I think if we had fallen in love in a different period of
our lives, things probably would have ended drastically differently. When I
think about us, I think about the long, slow heat of summer evenings and the
eager anticipation of young love. The long year of friendship before we kissed
and the pain of watching one another date and flirt with other people while
maintaining the illusion that we were simply platonic. I remember the crushing
break up of a boyfriend who cheated and your quiet patience while listening to
my anger and sadness. And later, the reveal that you were actually elated I was
suddenly single and that, perhaps, we would finally be together.

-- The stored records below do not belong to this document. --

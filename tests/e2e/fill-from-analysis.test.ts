import { afterAll, beforeAll, describe, expect, it } from 'vitest';
import { browserSession } from '../helpers/browser-session';
import { newMappingInPage } from '../helpers/page-mapping';
import { generateConformer } from '../../server/chem/index';
import { groText, makeSystem } from '../../seeds/invented-reference';
import type { BondedTerm } from '../../src/shared/bonded-terms';
import type { AnalysisView } from '../../src/shared/references';
import type { Molecule } from '../../src/shared/chem';

// "Fill from analysis" in the bonded-terms panel through the real client, server, background job,
// collab socket and MariaDB: a modeller maps an invented surfactant, a reference is uploaded and
// analysed, the panel lists the finished analysis with its version, the confirmation says what the
// fill replaces, and the table then holds the analysis's fitted values.

const session = browserSession();
beforeAll(() => session.open());
afterAll(() => session.close());

describe('fill from analysis in the editor', () => {
  it('lists the finished analysis, asks first, and fills the table with its fitted values', async () => {
    const page = await session.signedIn('modeller@example.org', 'beadloom-demo');
    const { mappingId, moleculeId, model } = await newMappingInPage(page, { molecule: 'Surfactant for filling', smiles: 'CCCCCCOCCOCCO', mapping: 'Four beads', resolution: '3:1' });
    await page.goto(`/mappings/${mappingId}`);
    await page.locator('[data-connection="live"]').waitFor();
    for (const group of [[0, 1, 2], [3, 4, 5], [6, 7, 8], [9, 10, 11, 12]]) {
      await page.locator(`[data-atom="${group[0]}"]`).click();
      for (const a of group.slice(1)) await page.locator(`[data-atom="${a}"]`).click({ modifiers: ['Shift'] });
      await page.keyboard.press('b');
    }
    // A row names its beads in the stored direction, which follows the (random) bead ids.
    await page.getByRole('form', { name: /^bond (B3–B4|B4–B3)$/ }).waitFor({ timeout: 20_000 });

    // A reference of the molecule and an analysis of the draft, through the API in the page.
    const mol = model as unknown as Molecule;
    const full = (await page.evaluate(async (id) => (await (await fetch(`/api/molecules/${id}`)).json()).model, moleculeId)) as Molecule;
    const sys = makeSystem(full, await generateConformer(full, { seed: 3 }), { copies: 4, frames: 20, boxA: 40, noiseA: 0.06, seed: 5 });
    expect(mol.atoms.length).toBe(13);
    const analysis = await page.evaluate(async ({ id, mapping, box, traj }) => {
      const { token } = await (await fetch('/api/auth/csrf')).json();
      const form = new FormData();
      form.append('name', 'Invented box');
      form.append('structure', new Blob([box]), 'box.gro');
      form.append('trajectory', new Blob([traj]), 'traj.gro');
      const up = await fetch(`/api/molecules/${id}/references`, { method: 'POST', headers: { 'x-csrf-token': token }, body: form });
      if (!up.ok) throw new Error(`upload: ${up.status} ${await up.text()}`);
      const ref = await up.json();
      const wait = async (url: string, done: (x: { status: string }) => boolean) => {
        for (let i = 0; i < 600; i++) {
          const x = await (await fetch(url)).json();
          if (done(x)) return x;
          await new Promise((r) => setTimeout(r, 100));
        }
        throw new Error(`timed out: ${url}`);
      };
      await wait(`/api/references/${ref.id}`, (x) => x.status === 'ready' || x.status === 'failed');
      const start = await fetch(`/api/mappings/${mapping}/analyses`, { method: 'POST', headers: { 'content-type': 'application/json', 'x-csrf-token': token }, body: JSON.stringify({ referenceId: ref.id, version: 'draft' }) });
      if (!start.ok) throw new Error(`analysis: ${start.status} ${await start.text()}`);
      return wait(`/api/analyses/${(await start.json()).id}`, (x) => x.status !== 'queued' && x.status !== 'running');
    }, { id: moleculeId, mapping: mappingId, box: groText(sys, sys.frames.slice(0, 1)), traj: groText(sys) }) as AnalysisView;
    expect(analysis.status).toBe('done');

    // The panel lists it (the list is read when the panel first shows; reload to see the new one).
    await page.reload();
    await page.locator('[data-connection="live"]').waitFor();
    const picker = page.getByLabel('Analysis to fill from');
    await picker.waitFor({ timeout: 20_000 });
    expect(await picker.locator('option').allTextContents()).toEqual([`Analysis ${analysis.id} · draft · 298.15 K`]);
    await page.getByRole('button', { name: 'Fill from analysis' }).click();
    const dialog = page.getByRole('dialog');
    // What the analysis can fill: every bond and angle, and each dihedral whose distribution was wide enough for a cosine fit.
    const r = analysis.result!;
    const fillable = r.bonds.length + r.angles.length + r.dihedrals.filter((d) => (d.fourier ?? []).length > 0).length;
    await dialog.getByText(`This replaces the function, value and force constant of ${fillable} rows`).waitFor();
    if (fillable < 6) await dialog.getByText('Not used from the analysis: dihedral').waitFor();
    await dialog.getByRole('button', { name: 'Cancel' }).click();
    const read = () => page.evaluate(async (id) => (await (await fetch(`/api/mappings/${id}/bonded-terms`)).json()).terms as BondedTerm[], mappingId);
    expect((await read()).every((x) => x.value === null)).toBe(true);

    await page.getByRole('button', { name: 'Fill from analysis' }).click();
    await dialog.getByRole('button', { name: 'Fill the table' }).click();
    await page.getByRole('status').filter({ hasText: `Filled ${fillable} terms from analysis ${analysis.id}.` }).waitFor({ timeout: 15_000 });
    const terms = await read();
    const same = (a: string[], b: string[]) => a.join() === b.join() || a.join() === [...b].reverse().join();
    const bond = terms.find((x) => x.kind === 'bond' && same(x.beads, r.bonds[0].beads))!;
    expect(bond).toMatchObject({ function: 'harmonic', value: r.bonds[0].mean, k: r.bonds[0].k });
    // The row's own fields show the stored values (the live document, not a reload).
    const row = page.getByRole('form', { name: `bond ${bond.beads.join('–')}` });
    await expect.poll(() => row.getByLabel(`Value of bond ${bond.beads.join('–')} (nm)`).inputValue()).toBe(String(r.bonds[0].mean));
    expect(terms.filter((x) => x.value !== null && x.k !== null)).toHaveLength(fillable);
    // The export menu offers the engine models at this analysis's mean structure.
    await page.getByText('Export', { exact: true }).click();
    const links = page.getByRole('list', { name: `Export at the mean structure of analysis ${analysis.id}` });
    expect(await links.getByRole('link', { name: 'GROMACS model (zip)' }).getAttribute('href')).toBe(`/api/mappings/${mappingId}/export?format=gromacs&version=draft&analysis=${analysis.id}`);
    expect(session.errors).toEqual([]);
  }, 180_000);
});
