import { afterAll, beforeAll, describe, expect, it } from 'vitest';
import { browserSession } from '../helpers/browser-session';

// The bead type library's edit form (react-hook-form with the route's own schema) in the real
// browser: a new type without a name and with ΔG min above max is refused beside its cells, with
// aria-invalid and the message tied by aria-describedby, and the first invalid cell takes focus;
// once fixed it saves, and the server's library holds the new type.

const session = browserSession();
beforeAll(() => session.open());
afterAll(() => session.close());

describe('bead type library form', () => {
  it('refuses a bad row beside its cells, focuses it, then saves the fixed row', async () => {
    const page = await session.signedIn('modeller@example.org', 'beadloom-demo');
    const projectId = await page.evaluate(async () => (await (await fetch('/api/projects')).json())[0].id as number);
    const before = await page.evaluate(async (id) => (await (await fetch(`/api/projects/${id}/bead-types`)).json()).types.length as number, projectId);
    await page.goto(`/projects/${projectId}`);
    await page.getByRole('button', { name: 'Edit library' }).click();
    await page.getByRole('button', { name: 'Add a type' }).click();
    const n = before + 1;
    const lowest = page.getByLabel(`Lowest ΔG of type ${n}`);
    await lowest.fill('5');
    await page.getByLabel(`Highest ΔG of type ${n}`).fill('1');
    await page.getByRole('button', { name: 'Save library' }).click();

    const name = page.getByLabel(`Name of type ${n}`);
    await expect.poll(() => name.getAttribute('aria-invalid')).toBe('true');
    // Focus goes to the first invalid field, the new row's name.
    await expect.poll(() => page.evaluate(() => document.activeElement?.getAttribute('id'))).toBe(await name.getAttribute('id'));
    // The messages are the shared schema's, each tied to its cell.
    const describedBy = async (field: typeof name) => page.evaluate((ids) => ids!.split(' ').map((id) => document.getElementById(id)?.textContent).join(' '), await field.getAttribute('aria-describedby'));
    expect(await describedBy(name)).toBe('A bead type needs a name.');
    expect(await lowest.getAttribute('aria-invalid')).toBe('true');
    expect(await describedBy(lowest)).toBe('deltaGMin must not exceed deltaGMax.');

    await name.fill('Form test type');
    await lowest.fill('-1');
    await page.getByRole('button', { name: 'Save library' }).click();
    await page.getByText('The library is saved; open mappings re-evaluate with it.').waitFor();
    const saved = await page.evaluate(async (id) => (await (await fetch(`/api/projects/${id}/bead-types`)).json()).types, projectId);
    expect(saved).toHaveLength(n);
    expect(saved[n - 1]).toEqual({ name: 'Form test type', heavyAtomsPerBead: 4, charge: 0, deltaGMin: -1, deltaGMax: 1, description: '' });
    expect(session.errors).toEqual([]);
  });
});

I remember the shock and dismay of teachers and parents who
felt I was, somehow, too good for you; people who took your grades for a
representation of your intelligence and your obnoxious behavior as an indicator
that you were secretly up to no good. Despite things having ended for us at the
time, I was so proud when I heard you landed your dream job; you literally told
me at the age of 17 that it’s what you would be doing, that you would be good
at it, and you were, of course, absolutely right. You have been so right about
so many things for so much of your life and so many people have doubted you. I
think the vast majority of your early years were filled with voices of
skepticism about your worthiness and I am so glad you proved all of
them so terribly wrong.
I remember long summer evenings and mosquito bites and pools
and playing cards. I remember laughing and laughing until our stomachs hurt; it
was an uncontrollable, chaotic chemistry between the two of us and I recall the
joviality rapidly spinning out of control when we really got onto a topic we
found hilarious. We were both dark and awful and absolutely stupid and together
we were explosive. This would come, of course, to describe us when we were
happy and when we were sad and, especially, when we were angry.

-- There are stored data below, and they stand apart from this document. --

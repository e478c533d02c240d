import { afterAll, beforeAll, describe, expect, it } from 'vitest';
import type { Page } from 'playwright-core';
import { browserSession } from '../helpers/browser-session';

// The whole invitation path through the real client, server, MariaDB and SMTP
// sink: a supervisor adds someone new to the demo project, the invitation
// lands in the development mailbox, the new person follows its link, chooses
// a password and signs in as a student of that project.

const PROJECT = 'Micelle formers';
const NEWCOMER = { email: 'rowan.vell@example.org', name: 'Rowan Vell', password: 'a-long-new-password-42' };

const session = browserSession();
const pageErrors: string[] = [];

async function newPage(): Promise<Page> {
  const page = await (await session.context()).newPage();
  page.setDefaultTimeout(15_000);
  page.on('pageerror', (error) => pageErrors.push(error.message));
  page.on('console', (message) => {
    if (message.type() === 'error') pageErrors.push(message.text());
  });
  return page;
}

async function signIn(page: Page, email: string, password: string): Promise<void> {
  await page.getByLabel('E-mail').fill(email);
  await page.getByLabel('Password', { exact: true }).fill(password);
  await page.getByRole('button', { name: 'Sign in' }).click();
}

beforeAll(() => session.open());
afterAll(() => session.close());

describe('inviting a new member', () => {
  // Many page loads and three bcrypt runs: on a busy 2-core machine this takes over a minute.
  it('goes from a supervisor adding an address to the newcomer signed in', { timeout: 120_000 }, async () => {
    // The supervisor: a signed-out visit lands on sign-in, then on the projects.
    const supervisor = await newPage();
    await supervisor.goto('/');
    await supervisor.waitForURL(/\/sign-in/);
    await signIn(supervisor, 'supervisor@example.org', 'beadloom-demo');
    await supervisor.getByRole('heading', { level: 1, name: 'Projects' }).waitFor();
    await expect(supervisor.getByRole('link', { name: /Dr Ines Marlow/ }).count()).resolves.toBe(1);

    await supervisor.getByRole('link', { name: new RegExp(PROJECT) }).click();
    await supervisor.getByRole('heading', { level: 1, name: PROJECT }).waitFor();
    await supervisor.getByRole('list', { name: 'Molecules' }).getByText('Ibuprofen').waitFor();

    const addForm = supervisor.getByRole('form', { name: 'Add a member' });
    await addForm.getByLabel('Member e-mail').fill(NEWCOMER.email);
    await addForm.getByLabel('Member role').selectOption('student');
    await addForm.getByLabel('Member name').fill(NEWCOMER.name);
    await addForm.getByRole('button', { name: 'Add member' }).click();
    await addForm.getByRole('status').filter({ hasText: `${NEWCOMER.email} is invited` }).waitFor();

    const row = supervisor.getByRole('list', { name: 'Members' }).getByRole('listitem', { name: NEWCOMER.name });
    await row.getByText('Invited').waitFor();
    await expect(row.getByLabel(`Role of ${NEWCOMER.name}`).inputValue()).resolves.toBe('student');

    // The invitation is in the dev mailbox, which only the site admin may read: a signed-out browser
    // gets the unknown-route 404. The newcomer, in a browser of their own, follows the link the
    // admin reads there (the page itself is tested in tests/api/dev-mail.test.ts).
    const newcomer = await newPage();
    const refused = await newcomer.goto('/dev/mail');
    expect(refused?.status()).toBe(404);
    const invitation = (await session.mail()).filter((m) => m.to.includes(NEWCOMER.email) && /set your password/i.test(m.subject));
    expect(invitation).toHaveLength(1);
    const href = /(\S+\/reset-password\?token=\S+)/.exec(invitation[0].text)?.[1];
    expect(href).toMatch(new RegExp(`^${session.url}/reset-password\\?token=[^&\\s]{20,}$`));
    await newcomer.goto(href!);

    await newcomer.getByRole('heading', { level: 1, name: 'Choose a password' }).waitFor();
    // The shared schema's rule shows inline before anything is sent.
    await newcomer.getByLabel('New password').fill('short');
    await newcomer.getByRole('button', { name: 'Set password' }).click();
    const tooShort = newcomer.getByText('A password has at least 10 characters.');
    await tooShort.waitFor();
    await expect(newcomer.getByLabel('New password').getAttribute('aria-invalid')).resolves.toBe('true');

    await newcomer.getByLabel('New password').fill(NEWCOMER.password);
    await newcomer.getByLabel('Repeat the password').fill(NEWCOMER.password);
    await newcomer.getByRole('button', { name: 'Set password' }).click();
    // Setting the password signs the newcomer in (issue 13, point 9).
    await newcomer.getByRole('heading', { level: 1, name: 'Projects' }).waitFor();
    await newcomer.getByText('Your password is set and you are signed in.').waitFor();
    await newcomer.getByRole('link', { name: new RegExp(`Your account \\(${NEWCOMER.name}\\)`) }).waitFor();

    const card = newcomer.getByRole('link', { name: new RegExp(PROJECT) });
    await card.getByText('Student').waitFor();
    await card.click();
    await newcomer.getByRole('heading', { level: 1, name: PROJECT }).waitFor();
    await newcomer.getByRole('list', { name: 'Members' }).getByRole('listitem', { name: NEWCOMER.name }).waitFor();
    // A student may read the project but not manage its members.
    await expect(newcomer.getByRole('form', { name: 'Add a member' }).count()).resolves.toBe(0);
    await expect(newcomer.getByRole('button', { name: /^Remove / }).count()).resolves.toBe(0);

    // Back on the supervisor's page, the newcomer is no longer just invited.
    await supervisor.reload();
    await row.getByLabel(`Role of ${NEWCOMER.name}`).waitFor();
    await expect(row.getByText('Invited').count()).resolves.toBe(0);

    // The invitation link works once.
    await newcomer.goto(href!);
    await newcomer.getByLabel('New password').fill('another-password-77');
    await newcomer.getByLabel('Repeat the password').fill('another-password-77');
    await newcomer.getByRole('button', { name: 'Set password' }).click();
    await newcomer.getByRole('alert').waitFor();
    expect(newcomer.url()).toContain('/reset-password');

    // The only failed requests the browser may report are the deliberate ones:
    // the signed-out first visit (401), the refused mailbox (404) and the reused link (400).
    const expected = /^Failed to load resource: the server responded with a status of (400|401|404)/;
    expect(pageErrors.filter((e) => !expected.test(e))).toEqual([]);
  });
});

And I remember, of course, the three of us traveling to
different parks throughout the city to roll down hills and play on equipment
made for children. The grass was always so cool beneath my bare knees and the
air so terribly weighted with the heat of a sun that didn’t set until after nine. You
would take turns chasing and tackling me, the air absolutely thick with the
sexual frustration of teenagers who have no idea what to do with their own
bodies and sudden autonomy from their parents. I always looked behind with
eager anticipation, hoping it would be you I would glimpse giving chase. I
spent long summer evenings thinking about you and about us and hoping I wasn’t
the only one waiting with bated breath for the next time I would see you.

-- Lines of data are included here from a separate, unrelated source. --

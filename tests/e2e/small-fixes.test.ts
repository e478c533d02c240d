import type { Response } from 'playwright-core';
import { afterAll, beforeAll, describe, expect, it } from 'vitest';
import { browserSession } from '../helpers/browser-session';

// Issue 13, point 9: two small fixes found by first users — the admin's create-account form shows
// only the answer to the latest attempt, and a molecule page asks for no project it does not have.

const PASSWORD = 'beadloom-demo';
const session = browserSession();
beforeAll(() => session.open());
afterAll(() => session.close());

describe('the create-account form', () => {
  it('clears the last error when a new attempt is made', async () => {
    const admin = await session.signedIn('admin@example.org', PASSWORD);
    await admin.goto('/admin/users');
    const form = admin.getByRole('form', { name: 'Create an account' });
    const taken = form.getByText('An account with that e-mail address already exists.');

    await form.getByLabel('E-mail').fill('modeller@example.org');
    await form.getByLabel('Display name').fill('Second modeller');
    await form.getByRole('button', { name: 'Create account' }).click();
    await taken.waitFor();

    // A new attempt that the form itself refuses: its own message, and the server's old one is gone.
    await form.getByLabel('E-mail').fill('not an address');
    await form.getByRole('button', { name: 'Create account' }).click();
    await form.locator('[aria-invalid="true"]').first().waitFor();
    await taken.waitFor({ state: 'detached' });

    // A second server refusal is shown once, not beside the first.
    await form.getByLabel('E-mail').fill('student@example.org');
    await form.getByRole('button', { name: 'Create account' }).click();
    await taken.waitFor();
    expect(await taken.count()).toBe(1);
    expect(await form.getByRole('alert').count()).toBe(1);
    expect(session.errors.filter((e) => !/status of 409/.test(e))).toEqual([]);
  });
});

describe('a molecule page', () => {
  it('requests no /api/projects/0 and gets no 404 from the API', async () => {
    const modeller = await session.signedIn('modeller@example.org', PASSWORD);
    const moleculeId = await modeller.evaluate(async () => {
      const projects = await (await fetch('/api/projects')).json();
      return (await (await fetch(`/api/projects/${projects[0].id}/molecules`)).json())[0].id as number;
    });
    const seen: { url: string; status: number }[] = [];
    const record = (r: Response) => {
      if (new URL(r.url()).pathname.startsWith('/api/')) seen.push({ url: new URL(r.url()).pathname, status: r.status() });
    };
    modeller.on('response', record);
    await modeller.goto(`/molecules/${moleculeId}`);
    await modeller.getByRole('button', { name: 'Import a mapping…' }).waitFor();
    await modeller.waitForLoadState('networkidle');
    modeller.off('response', record);
    // The page did ask the API (else the test could not fail), and for the molecule itself.
    expect(seen.some((r) => r.url === `/api/molecules/${moleculeId}`)).toBe(true);
    expect(seen.filter((r) => r.url.startsWith('/api/projects/0'))).toEqual([]);
    expect(seen.filter((r) => r.status === 404)).toEqual([]);
  });
});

You were at every swim meet and drove to Fort Collins for
the big ones. I encouraged you to challenge for a higher position in band;
you had such a phenomenal sense of pitch and rhythm and your musical ability
was literally assessed based on the perception that someone like you, with the
grades you kept, wouldn’t and couldn’t be better than second tier. I
helped you finish the very last projects required for your graduation and
celebrated with you upon your admission to school. And later, you hung around
far longer than you probably wanted to because you graduated before I did and,
of the two of us, you were always more loyal.
And it is funny this many years later that the way we ended
still causes me such pain and regret. Because I was unkind and you were unkind
and I think we were simply too young to know how to handle the enormous changes
we were both undergoing. I was desperate to move out of the state and you were
desperate to hold onto us. I think, with your uncanny ability to understand
precisely the gravity of a situation (which is probably why you are so damn
good at your job), you fully grasped that my departure meant the true end of us
as a couple. And, perhaps, the beginning of a very limited correspondence and
connection to one another for the rest of our lives.
And per usual, you were right on all fronts. The years since
we were together have flown by and memories that were once precious are now
elusive. I can remember the feel of your fingers on my skin or the anticipation
of our first kiss, but could not tell you when or how we finally dared touch
lips. I remember our slow unraveling and nights where we yelled far more than
we laughed. And, of course, I remember the slow, deep missing of a time when my
entire life was defined by my relationship to you. Being affixed together gave
us both somewhere safe to land and the erosion of you and I meant discovering
precisely who we were apart.
While I can’t claim to know who you are in any real way, I
still see glimpses of the sixteen year old you in every FB post that pops up in
my feed. You are still witty and magnanimous and larger than life and
disciplined and driven and dedicated and probably slightly mad. You are still
hilarious and clever and wonderful and I can’t help but feel so very, very
proud of the man you have become. I doubt he is so different from the one I
knew so many years ago, although I imagine there are substantially fewer jokes
made about erections (which would be, honestly, something of a disappointment given how HILARIOUS we always thought they were).